Jeep (2018-Current) Installation Instructions

Jeep (2018-Current) Installation Instructions

***THIS IS NOT A BALLJOINT. INSTALLING THIS SYSTEM LIKE A BALLJOINT AND TORQUING LIKE A BALLJOINT WILL NOT WORK AND YOU’LL BE REDOING WORK. PLEASE FOLLOW THE INSTRUCTIONS BELOW AND YOU’LL HAVE A FANTASTIC DRIVING JEEP.***

  1. Place entire kit in the freezer for at least an hour. If you take it apart, take pics and note the order in which it is assembled. Getting the cup assemblies cold will help them press in easier with less effort on your part.
  2. Begin by pressing lower assembly in from the bottom of the C. DO NOT remove the bearing from the cup, press it in as an assembly. The shoulder will stop the cup from being pressed in further. Once on the shoulder, stop. Press ONLY on the cup itself and NOT the spherical bearing, this will prevent damage. (NOTE: the lower cup has a taller shoulder & a plunge cut ID on the opposite end.) Keep the seal & Delrin shim on the top side of the assembly to prevent debris from entering.
  3. Press upper assembly in from top of C in the same manner as the lower assembly outlined in the previous step. (NOTE: the upper cup has a shorter shoulder.)
  4. MOVING ON TO INSTALLING STUDS INTO OUTER KNUCKLE: Slide lower stud into the taper of the outer knuckle. (NOTE: this is why you left them assembled, they look similar. If you didn’t, the lower stud has a shoulder). It is not uncommon to have to tap the top of the lower stud for the threads to clear the hole in the outer knuckle. The stock knuckle is a metric thread OD instead of a standard thread OD which is .0015” larger.
  5. Prior to installing upper stud, insert the stock caster/camber bushing if it’s not already in the outer knuckle. See pic above for reference. Using the hex pockets on the top of each stud, TORQUE BOTH 9/16” NUTS TO 40 FT/LBS TO SEAT TAPERS.

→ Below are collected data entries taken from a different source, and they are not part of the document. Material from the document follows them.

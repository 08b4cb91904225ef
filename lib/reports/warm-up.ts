import { createElement } from "react";
import * as pdf from "@react-pdf/renderer";
import { registerReportFonts } from "./fonts";
import { FONT_MONO, FONT_SANS } from "./theme";

/** Loads @react-pdf/renderer and the report fonts, and renders one page with each font so their files are parsed. */
export async function warmReportRenderer(): Promise<void> {
  registerReportFonts();
  const line = (fontFamily: string, fontWeight: number) => createElement(pdf.Text, { key: `${fontFamily}${fontWeight}`, style: { fontFamily, fontWeight } }, "Papin 134 °C");
  const lines = [...[400, 500, 600, 700].map((w) => line(FONT_SANS, w)), ...[400, 500].map((w) => line(FONT_MONO, w))];
  await pdf.renderToBuffer(createElement(pdf.Document, null, createElement(pdf.Page, { size: "A4" }, ...lines)));
}
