export function splitStatements(sql: string): SqlStatement[] {
  const out: SqlStatement[] = [];
  let state = 0;
  let start = 0;
  let hasContent = false;
  let maxIndex = 0;
  let nameless = false;
  const named = new Map<string, number>();
  const finish = (end: number) => {
    if (hasContent) out.push({ text: sql.slice(start, end), parameterCount: maxIndex, hasNamelessParameter: nameless });
    start = end;
    hasContent = false;
    maxIndex = 0;
    nameless = false;
    named.clear();
  };
  const isIdent = (c: string) => /[A-Za-z0-9_$\u0080-\uffff]/.test(c);
  let i = 0;
  while (i < sql.length) {
    const c = sql[i];
    let token: Token;
    let j = i + 1;
    if (c === ";") token = "SEMI";
    else if (/\s/.test(c)) token = "WS";
    else if (c === "-" && sql[i + 1] === "-") {
      while (j < sql.length && sql[j] !== "\n") j++;
      token = "WS";
    } else if (c === "/" && sql[i + 1] === "*") {
      const close = sql.indexOf("*/", i + 2);
      j = close < 0 ? sql.length : close + 2;
      token = "WS";
    } else if (c === "'" || c === '"' || c === "`" || c === "[") {
      const closer = c === "[" ? "]" : c;
      for (;;) {
        const close = sql.indexOf(closer, j);
        if (close < 0) {
          j = sql.length;
          break;
        }
        j = close + 1;
        if (closer !== "]" && sql[j] === closer)
          j++; // a doubled quote stays inside
        else break;
      }
      token = "OTHER";
    } else if (c === "?") {
      while (j < sql.length && /[0-9]/.test(sql[j])) j++;
      if (j === i + 1) {
        nameless = true;
        maxIndex += 1;
      } else maxIndex = Math.max(maxIndex, Number(sql.slice(i + 1, j)));
      token = "OTHER";
    } else if ((c === ":" || c === "@" || c === "$") && j < sql.length && isIdent(sql[j])) {
      while (j < sql.length && isIdent(sql[j])) j++;
      const name = sql.slice(i, j);
      if (!named.has(name)) named.set(name, (maxIndex += 1));
      token = "OTHER";
    } else if (/[A-Za-z_\u0080-\uffff]/.test(c)) {
      while (j < sql.length && isIdent(sql[j])) j++;
      token = KEYWORDS[sql.slice(i, j).toLowerCase()] ?? "OTHER";
    } else token = "OTHER";
    state = TRANSITIONS[state][TOKEN_COLUMN[token]];
    if (token !== "WS" && token !== "SEMI") hasContent = true;
    i = j;
    if (token === "SEMI" && state === 1) finish(i);
  }
  finish(sql.length);
  return out;
}

// ---------------------------------------------------------------------------------------------------
// Wire values (Hrana 2 JSON)

type WireValue = { type: "null" } | { type: "integer"; value: string } | { type: "float"; value: number } | { type: "text"; value: string } | { type: "blob"; base64: string };
type SqlValue = null | bigint | number | string | Buffer;

const I64_MIN = -(2n ** 63n);
const I64_MAX = 2n ** 63n - 1n;

function isObject(v: unknown): v is Record<string, unknown> {
  return typeof v === "object" && v !== null && !Array.isArray(v);
}

function valueIn(v: unknown, where: string): SqlValue {
  if (!isObject(v) || typeof v.type !== "string") throw protocol(`${where}: a value must be an object with a "type".`);
  switch (v.type) {
    case "null":
      return null;
    case "integer": {
      if (typeof v.value !== "string" || !/^-?[0-9]+$/.test(v.value)) throw protocol(`${where}: an integer's "value" must be a decimal string, got ${JSON.stringify(v.value)}.`);
      const n = BigInt(v.value);
      if (n < I64_MIN || n > I64_MAX) throw protocol(`${where}: integer ${v.value} does not fit in 64 bits.`);
      return n;
    }
    case "float":
      if (typeof v.value !== "number" || !Number.isFinite(v.value)) throw protocol(`${where}: a float's "value" must be a finite JSON number.`);
      return v.value;
    case "text":
      if (typeof v.value !== "string") throw protocol(`${where}: a text's "value" must be a string.`);
      return v.value;
    case "blob":
      if (typeof v.base64 !== "string" || !/^[A-Za-z0-9+/]*={0,2}$/.test(v.base64)) throw protocol(`${where}: a blob's "base64" must be base64 text.`);
      return Buffer.from(v.base64, "base64");
    default:
      throw protocol(`${where}: unknown value type ${JSON.stringify(v.type)}.`);
  }
}

function valueOut(v: unknown): WireValue {
  if (v === null) return { type: "null" };
  if (typeof v === "bigint") return { type: "integer", value: v.toString() };
  if (typeof v === "number") {
    if (!Number.isFinite(v)) throw new StmtError("SQLITE_MISMATCH", `The result holds ${v}, which Hrana's JSON encoding cannot carry.`);
    return { type: "float", value: v };
  }
  if (typeof v === "string") return { type: "text", value: v };
  if (Buffer.isBuffer(v)) return { type: "blob", base64: v.toString("base64").replace(/=+$/, "") };
  throw new Error(`The engine returned a value of an unexpected kind: ${typeof v}`);
}

// ---------------------------------------------------------------------------------------------------
// Streams

type Stream = {
  id: Buffer;
  seq: number;
  db: Connection | null;
  sqls: Map<number, string>;
  acquired: boolean;
  httpRequests: number;
  timer?: NodeJS.Timeout;
  releasedAt: number;
  transactionSince: number | null;
  probes: Probes;
  /** Set when a statement gave up waiting for a lock inside a transaction (see runWithBusyRetry). */
  poisoned: boolean;
};
type Probes = { totalChanges: ReturnType<Connection["prepare"]>; after: ReturnType<Connection["prepare"]> };

type StmtResult = {
  cols: Array<{ name: string | null; decltype: string | null }>;
  rows: WireValue[][];
  affected_row_count: number;
  last_insert_rowid: string | null;
};

function emptyStats(): HranaStats {
  return {
    httpRequests: 0,
    pipelines: 0,
    refusedAuth: 0,
    rejected: [],
    requests: {},
    statements: 0,
    statementErrors: [],
    streamsOpened: 0,
    streamsResumed: 0,
    transactions: 0,
    longestTransactionMs: 0,
    longestIdleInTransactionMs: 0,
    busyRetries: 0,
    busyGiveUps: 0,
    expiredStreams: 0,
    conditionsEvaluated: {},
  };
}

const sleep = (ms: number) => new Promise((resolve) => setTimeout(resolve, ms));
const MAX_BODY_BYTES = 256 * 1024 * 1024;
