export { renderCycleReport } from "./render";
export { downsampleForReport } from "./downsample";
export { REPORT_CHART_POINTS, REPORT_LAYOUT_VERSION, REPORT_PHASE_POINTS, type ReportModel } from "./model";
export { pdfText } from "./text";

  6. Grease the underside of the lower bearing and the top side of the upper bearing prior to sliding the outer knuckle studs into the bearings. This does not lubricate the bearing itself, it only impedes water/debris intrusion, bearings are pre-lubricated upon assembly. After sliding the studs through each assembly you should see the threads through the tops of each as pictured below:

    The spacing of the upper as pictured above is normal and just not seen with a balljoint due to them having a grease boot. To verify this, check where your steering stops contact. This will indicate the correct vertical position of the outer knuckle in relation to the inner C.

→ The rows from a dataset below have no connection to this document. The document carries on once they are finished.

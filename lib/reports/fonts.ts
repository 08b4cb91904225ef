import { existsSync } from "node:fs";
import path from "node:path";
import { Font } from "@react-pdf/renderer";
import { FONT_MONO, FONT_SANS } from "./theme";

function fontSource(dir: string, file: string): string {
  const full = path.join(dir, file);
  if (!existsSync(full)) {
    throw new Error(`The report font ${file} is missing from ${dir}; reports are rendered with the fonts shipped in fonts/, from the project's folder`);
  }
  return full;
}

let registered = false;

/**
 * Registers the shipped TrueType fonts (fonts/*.ttf, found from the working directory) once per
 * process. TTF rather than WOFF: fontkit inflates a WOFF glyph table again for every glyph it
 * touches, which made one report cost seconds.
 */
export function registerReportFonts(): void {
  if (registered) return;
  const dir = path.join(process.cwd(), "fonts");
  Font.register({
    family: FONT_SANS,
    fonts: [400, 500, 600, 700].map((fontWeight) => ({ src: fontSource(dir, `inter-latin-${fontWeight}-normal.ttf`), fontWeight })),
  });
  Font.register({
    family: FONT_MONO,
    fonts: [400, 500].map((fontWeight) => ({ src: fontSource(dir, `jetbrains-mono-latin-${fontWeight}-normal.ttf`), fontWeight })),
  });
  // Hashes, file names and channel headers must never be split with a hyphen.
  Font.registerHyphenationCallback((word) => [word]);
  registered = true;
}
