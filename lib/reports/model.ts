import type { CycleDetail, SeriesResponse } from "@/lib/cycles/contracts";
import type { BowieDickReportSheet } from "./bowie-dick-section";
import type { LedgerHead } from "@/lib/integrity/anchors";

/** Everything a cycle report prints. Rendering is a pure function of this object. */
export type ReportModel = {
  detail: CycleDetail;
  series: SeriesResponse;
  reportNumber: string;
  /** ISO 8601; also the PDF's creation and modification date, so the same model gives the same bytes */
  generatedAt: string;
  /** how a reader checks the copy, e.g. "Drop this PDF on Signed archive → Check a report in Papin, or POST it to /api/reports/verify" */
  verifyHint: string;
  /** true until the cycle is approved: every page then carries "DRAFT — NOT APPROVED" */
  draft: boolean;
  /** a Bowie-Dick cycle's indicator sheet (null: none recorded yet); undefined for every other kind */
  bowieDick?: BowieDickReportSheet;
  /** the audit ledger's head when an archived report is rendered at sign-off (printed in its verification section) */
  ledgerHead?: LedgerHead | null;
};

/** Points per trace in the report's charts: far more than A4 at print resolution can separate. */
/**
 * The look of the cycle report. Kept drafts (report_drafts) are keyed on it with the analysis engine's version: raise it
 * when a change to lib/reports alters what a draft prints, so drafts rendered by older code are rendered again.
 */
export const REPORT_LAYOUT_VERSION = "cycle-report 1";

export const REPORT_CHART_POINTS = 1200;
/** Samples on the phase diagram's path. */
export const REPORT_PHASE_POINTS = 700;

  7. After sliding outer knuckle onto inner C, place o-ring seal over stud (center it), then slide .048” shim over the top of the stud, and hand tighten ¾” low profile nylock as pictured below:

  8. Torquing top nylocks of each assembly:
    • YOU MUST TORQUE THESE NYLOCKS IN THIS ORDER!!
    • Torque top nylock of lower assembly to 35 ft/lbs.
    • Torque top nylock of upper assembly to 20 ft/lbs to 25 ft/lbs.
    • Additional torque to the top nylock of the upper assembly will stiffen steering. IF you experience this, it is adjusted with the ft/lbs of torque applied to this nut.
  9. When you are finished with assembly, use a paint pen to mark the top of each nut/stud as pictured below. Incorrectly marking it will give a false indication of loosening. Visually inspect marks after driving 100 miles.

NOTES:

  • Upon initial drive after install: the steering will feel more responsive and firmer. This can be adjusted with the TOP nylock of the upper assembly. It is recommended that you drive 500 to 1,000 miles to break in the assemblies as the bearings themselves will have some rotational resistance. The more rotations the knuckles cycle through the quicker this period will be. Driving straight down the highway for 1,000 miles will not suffice.
  • The use of thread locker in conjunction with the nylocks is acceptable.

UPDATES:

Sept 1st, 2024: Ai updated 1101 kits with a lower stud featuring a shoulder instead of using a smooth shank/spacer combination. That style can still be used on steel outer knuckles, but was replaced due to the steel spacer making noise when used with the cast aluminum outer knuckles.